Posted on Dec 7, 2024 6 mins

Array Sliding Window

Table of Contents

Problem Statement

Link - Problem 3255

Question

You are given an array of integers nums of length n and a positive integer k.

The power of an array is defined as:

Its maximum element if all of its elements are consecutive and sorted in ascending order.
-1 otherwise.

You need to find the power of all subarrays of nums of size k.

Return an integer array results of size n - k + 1, where results[i] is the power of nums[i..(i + k - 1)].

Example 1:

Input: nums = [1,2,3,4,3,2,5], k = 3

Output: [3,4,-1,-1,-1]

Explanation:

There are 5 subarrays of nums of size 3:

[1, 2, 3] with the maximum element 3.
[2, 3, 4] with the maximum element 4.
[3, 4, 3] whose elements are not consecutive.
[4, 3, 2] whose elements are not sorted.
[3, 2, 5] whose elements are not consecutive.

Example 2:

Input: nums = [2,2,2,2,2], k = 4

Output: [-1,-1]

Example 3:

Input: nums = [3,2,3,2,3,2], k = 2

Output: [-1,3,-1,3,-1]

Constraints:

1 <= n == nums.length <= 10⁵
1 <= nums[i] <= 10⁶
1 <= k <= n

Solution

class Solution {
public:
    vector<int> resultsArray(const vector<int>& nums, int k) {
        int n = nums.size();
        vector<int> result(n - k + 1, -1);
        deque<int> dq;

        vector<int> diff(n - 1);
        for (int i = 0; i < n - 1; ++i) {
            diff[i] = nums[i + 1] - nums[i];
        }


        int consecutive_count = 0;
        for (int i = 0; i < k - 1; ++i) {
            if (diff[i] == 1) consecutive_count++;
        }

        for (int i = 0; i < n; ++i) {

            if (!dq.empty() && dq.front() <= i - k) {
                dq.pop_front();
            }

            while (!dq.empty() && nums[i] >= nums[dq.back()]) {
                dq.pop_back();
            }
            dq.push_back(i);

            if (i >= k - 1) {
                if (consecutive_count == k - 1) {
                    result[i - k + 1] = nums[dq.front()];
                }

                if (i - k + 1 < n - 1) {
                    if (diff[i - k + 1] == 1) consecutive_count--;
                    if (i < n - 1 && diff[i] == 1) consecutive_count++;
                }
            }
        }

        return result;
    }
};

Complexity Analysis

| Algorithm                 | Time Complexity | Space Complexity |
| ------------------------- | --------------- | ---------------- |
| Sliding Window with Deque | O(n)            | O(n)             |

Explanation

Intial Thoughts

My initial approach would be to identify that checking every subarray for being consecutive and sorted would result in O(n^2 log n) complexity which is inefficient for large inputs.
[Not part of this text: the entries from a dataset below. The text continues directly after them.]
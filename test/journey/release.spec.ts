import { createHash } from 'node:crypto';
import { readdirSync, readFileSync } from 'node:fs';
import { join } from 'node:path';
import { expect, test, type Page } from 'playwright/test';
import { complaintsOf, DARK, expectAccessible, goTo, keepPicture, LARGE, showIn, SMALL } from './page-checks.ts';
import { Program } from './program.ts';

const EDITION = 'edition-1.0.normedition';
const PRESSED = ['booklet.pdf', 'certificate.json', 'certificate.pdf', 'norm-set.json', 'tables.csv', 'tables.xlsx'];

let program: Program;

test.beforeEach(async () => {
  program = await Program.inNewHome();
});

test.afterEach(async () => {
  await program.end();
});

/** Every file of a folder below the projects with its SHA-256. */
function bytesIn(name: string): Readonly<Record<string, string>> {
  const folder = join(program.projects, name);
  return Object.fromEntries(
    readdirSync(folder)
      .sort()
      .map((file) => [
        file,
        createHash('sha256')
          .update(readFileSync(join(folder, file)))
          .digest('hex'),
      ]),
  );
}

function folderNamed(ending: string): string {
  const found = readdirSync(program.projects).find((name) => name.endsWith(ending));
  if (found === undefined) throw new Error(`no folder ${ending} among ${readdirSync(program.projects).join(', ')}`);
  return found;
}

async function sign(page: Page, button: string, name: string): Promise<void> {
  await page.getByRole('button', { name: button }).click();
  const panel = page.getByRole('dialog', { name: 'Choose' });
  await panel.getByRole('textbox').fill(name);
  await panel.getByRole('button', { name: 'Done' }).click();
  await expect(panel).toBeHidden();
}

async function pick(page: Page, label: string, file: string | { name: string; mimeType: string; buffer: Buffer }) {
  await page.locator(`input[type="file"][aria-label="${label}"]`).setInputFiles(file);
}

function releaseButton(page: Page, edition: string) {
  return page.getByRole('main').getByRole('button', { name: `Release edition ${edition}` });
}

async function release(page: Page, edition: string): Promise<void> {
  await releaseButton(page, edition).click();
  await expect(page.getByText(`Edition ${edition} is released.`)).toBeVisible({ timeout: 90_000 });
}

/** Looks at the station in every size, at each of its parts. */
async function look(page: Page, name: string, parts: readonly string[]): Promise<void> {
  for (const each of [SMALL, LARGE, DARK]) {
    await showIn(page, each);
    if (each !== LARGE) await expectAccessible(page);
    for (const part of parts) {
      await page.getByRole('heading', { name: part }).evaluate((heading) => {
        heading.scrollIntoView({ block: 'start' });
      });
      await keepPicture(page, `${name}-${part.toLowerCase().replaceAll(/\W+/g, '-')}`, each);
    }
  }
  await showIn(page, { width: 1280, height: 860, scheme: 'light' });
}

test('an edition is signed, released, changed, compared, released again, and its erratum written', async ({ page }) => {
  test.setTimeout(300_000);
  const complaints = complaintsOf(page);
  await page.goto(await program.start());

  // From the sample to a released booklet in five decisions: open, the station, two signatures, the release.
  await page.getByRole('button', { name: 'Open the sample cohort' }).click();
  await goTo(page, 'Release');
  await expect(page.getByRole('heading', { name: '2 things are missing' })).toBeVisible();
  await expect(releaseButton(page, '1.0')).toBeDisabled();
  await look(page, 'release-missing', ['2 things are missing', 'The press']);
  await sign(page, 'Sign as analyst', 'A. Weir');
  await sign(page, 'Sign as checker', 'a. weir');
  await expect(page.getByText('Analyst and checker are the same person.')).toBeVisible();
  await sign(page, 'Change who checked', 'J. Lund');
  await expect(page.getByRole('heading', { name: 'Nothing is missing' })).toBeVisible();
  await expect(page.getByText('prepared by A. Weir, checked by J. Lund')).toBeVisible();
  await release(page, '1.0');
  const first = folderNamed('– edition 1.0');
  const released = bytesIn(first);
  expect(Object.keys(released)).toEqual([...PRESSED, EDITION].sort());
  for (const [file, sha256] of Object.entries(released)) {
    await expect(page.getByRole('row', { name: new RegExp(`^${file.replaceAll('.', '\\.')}`) })).toContainText(sha256);
  }

  // A rank of the released table is changed by hand; under the same number that can be proofed, not released.
  await goTo(page, 'Table');
  const cell = page.getByRole('button', { name: /^percentile rank .*, raw score 24$/ });
  await cell.click();
  const before = Number(await cell.textContent());
  await page.getByRole('button', { name: 'Change the printed rank by hand' }).click();
  await page.getByLabel('Rank to print at raw score 24').fill(String(before + 1));
  await page.getByLabel('Reason, printed under the table').fill('Agreed with the board');
  await page.getByLabel('Who changes it').fill('M. Orr');
  await page.getByRole('button', { name: 'Change the printed rank', exact: true }).click();
  await expect(cell).toHaveText(`${before + 1}†`);
  await goTo(page, 'Release');
  await releaseButton(page, '1.0').click();
  await expect(page.getByRole('alert')).toContainText('Edition 1.0 was released before, with other contents', {
    timeout: 90_000,
  });
  await page.getByRole('alert').getByRole('button', { name: 'Close' }).click();
  expect(bytesIn(first)).toEqual(released);

  // Compared with the released edition cell by cell; the changes go into the change list, and the number must be raised.
  await pick(page, 'Compare with an earlier edition', join(program.projects, first, EDITION));
  await expect(page.getByText('Released, prepared by A. Weir, checked by J. Lund.')).toBeVisible();
  await expect(page.getByText(/^1 cell in 1 row changed\. /)).toBeVisible();
  await expect(page.getByRole('row', { name: `24 ${before} → ${before + 1}†` })).toBeVisible();
  await page.getByRole('button', { name: 'Put these changes in the change list' }).click();
  await expect(page.getByLabel(/^Change list since edition 1\.0/)).toHaveValue(
    new RegExp(`, raw score 24: ${before} → ${before + 1}†\\.`),
  );
  await expect(page.getByText('There is an edition 1.0 already, and it prints something else.')).toBeVisible();
  await expect(releaseButton(page, '1.0')).toBeDisabled();
  await page.getByRole('button', { name: 'Raise the number to 1.1' }).click();
  await expect(page.getByRole('heading', { name: 'Nothing is missing' })).toBeVisible();
  await release(page, '1.1');
  const second = folderNamed('– edition 1.1');
  expect(Object.keys(bytesIn(second))).toEqual([...PRESSED, 'edition-1.1.normedition'].sort());
  expect(bytesIn(first)).toEqual(released);

  // The erratum names those of a list whose printed value changes.
  const grade = (await page.getByRole('table', { name: /^Changed rows of Grade/ }).getAttribute('aria-label')) ?? '';
  const changed = grade.replace('Changed rows of Grade ', '');
  const roster = `name,grade,points\nAnn,${changed},24\nBen,${changed},25\nCai,9,24\n`;
  await pick(page, 'Choose a list of people', {
    name: 'class list.csv',
    mimeType: 'text/csv',
    buffer: Buffer.from(roster),
  });
  await page.getByRole('combobox', { name: 'Raw score' }).selectOption('points');
  await expect(page.getByRole('combobox', { name: 'Grade' })).toHaveValue('grade');
  await expect(page.getByRole('combobox', { name: 'Name or code' })).toHaveValue('name');
  await page.getByRole('button', { name: 'Show whom it concerns' }).click();
  await expect(page.getByText('3 rows: 1 unchanged, 1 changed, 1 not found in both editions.')).toBeVisible();
  const concerned = page.getByRole('table', { name: 'People whom the erratum concerns' }).getByRole('row');
  await expect(concerned.nth(1)).toContainText(`Ann`);
  await expect(concerned.nth(1)).toContainText(`percentile rank ${before} → ${before + 1}†`);
  await look(page, 'release-compared', ['An earlier edition', 'The press', 'Erratum of edition']);
  await page.getByRole('button', { name: 'Write the erratum' }).click();
  await expect(page.getByText('Written.')).toBeVisible();
  const erratum = folderNamed('– erratum of edition 1.0, people');
  expect(Object.keys(bytesIn(erratum))).toEqual(['erratum-people.csv', 'erratum.csv', 'erratum.txt']);
  expect(readFileSync(join(program.projects, erratum, 'erratum.txt'), 'utf8')).toContain('Ann (Grade');
  for (const folder of [first, second]) expect(JSON.stringify(bytesIn(folder))).not.toContain('erratum');

  // The edition file opens as a project of its own that goes on from it.
  await page.getByRole('button', { name: 'Normloom' }).click();
  await pick(page, 'Open a project', join(program.projects, first, EDITION));
  await goTo(page, 'Release');
  await expect(page.getByText('This is edition 1.1,')).toBeVisible();
  await expect(page.getByText('prepared by (nobody yet), checked by (nobody yet)')).toBeVisible();
  await expect(page.getByText(/^No printed cell differs\. /)).toBeVisible();
  expect(bytesIn(first)).toEqual(released);
  expect(complaints).toEqual([]);
});

test('after a release one click goes on with the next edition, compared with the one just frozen', async ({ page }) => {
  test.setTimeout(200_000);
  const complaints = complaintsOf(page);
  await page.goto(await program.start());
  await page.getByRole('button', { name: 'Open the sample cohort' }).click();
  await goTo(page, 'Release');
  await sign(page, 'Sign as analyst', 'A. Weir');
  await sign(page, 'Sign as checker', 'J. Lund');
  await release(page, '1.0');
  await page.getByRole('button', { name: 'Go on with edition 1.1' }).click();
  await expect(page.getByText('This is edition 1.1,')).toBeVisible();
  await expect(page.getByText(/^No printed cell differs\. /)).toBeVisible();
  await expect(page.getByRole('heading', { name: '2 things are missing' })).toBeVisible();
  await page.getByRole('button', { name: 'Undo' }).click();
  await expect(page.getByText('Edition 1.0 is released.')).toBeVisible();
  expect(complaints).toEqual([]);
});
I’d also think that the key here lies in finding a relation between each subarray. Then, consider using some sort of caching to reduce the number of computations required, for example the difference array, and a deque to keep track of maximum elements for each subarray. Consider starting by identifying when a subarray is a contiguous sequence of numbers and use the information from the last subarray to efficiently calculate the next one.

Intuitive Analysis

To intuitively solve the problem, notice that all you need to do is keep track of whether the differences between the current subarray’s elements are always equal to 1 and also track the max element for each subarray in O(1) time. After you’ve found the first subarray that’s a contiguous sequence, then notice that adding one element and removing another for the next subarray would only change the result by adding one or removing one element from the consecutive count if the differences are 1. To further optimize the algorithm, consider that each subarray’s max value must also be calculated in O(1) time. You can use a deque for this, it’s similar to a sliding window approach in other problems, where the deque holds the indices of elements in the current subarray, ordered by the value at each index, from largest to smallest. This way, you’re always able to find the max element in O(1) time and be able to efficiently calculate the max of the next subarray.

1. Intuition

The problem requires finding the power of all subarrays of size k in the given array nums.
The power of an array is defined as its maximum element if all elements are consecutive and sorted in ascending order, otherwise -1.
To solve this problem, we need to check each subarray of size k and determine if its elements are consecutive and sorted.
We can use a deque to keep track of the indices of the elements in the current subarray.
We also need to keep track of the count of consecutive elements in the current subarray.
If the count of consecutive elements is equal to k-1, then the subarray is consecutive and sorted, and we can update the result array.
We can use a diff array to store the differences between consecutive elements in the nums array.
We can iterate over the nums array and update the consecutive count and the result array accordingly.

2. Implementation

We initialize a result array of size n-k+1 with all elements set to -1.
We create a deque dq to store the indices of the elements in the current subarray.
We create a diff array to store the differences between consecutive elements in the nums array.
We iterate over the nums array and update the consecutive count and the result array accordingly.
We use the line if (diff[i] == 1) consecutive_count++; to update the consecutive count.
We use the line if (consecutive_count == k - 1) result[i - k + 1] = nums[dq.front()]; to update the result array.
We use the line while (!dq.empty() && nums[i] >= nums[dq.back()]) dq.pop_back(); to update the deque.
We return the result array at the end of the function.

Complexity Analysis

Time Complexity:

The code has two major loops: one for creating the diff vector and the other for processing the deque and calculating results. Both loops run in linear time.
Dominant operations are loop iterations and deque operations (pop_front, pop_back, and push_back). Since each element is processed at most twice (once in each loop and additional constant time operations), the time complexity is linear.
The overall time complexity is O(n) due to n being the maximum number of iterations in both loops, where n is the size of the input vector nums.

Space Complexity:

The code uses additional data structures, including the diff vector, the dq deque, and the result vector. All these data structures have a size dependent on the input size n.
The impact of the diff vector and the result vector on space complexity is O(n) since their size grows linearly with the input size n.
The dq deque also has a maximum size of n, as it stores at most n indices of the input vector. Therefore, the overall space complexity is O(n) due to these additional data structures.

Footnote

This question is rated as Medium difficulty.

Hints

Let dp[i] denote the length of the longest subarray ending at index i that has consecutive and sorted elements.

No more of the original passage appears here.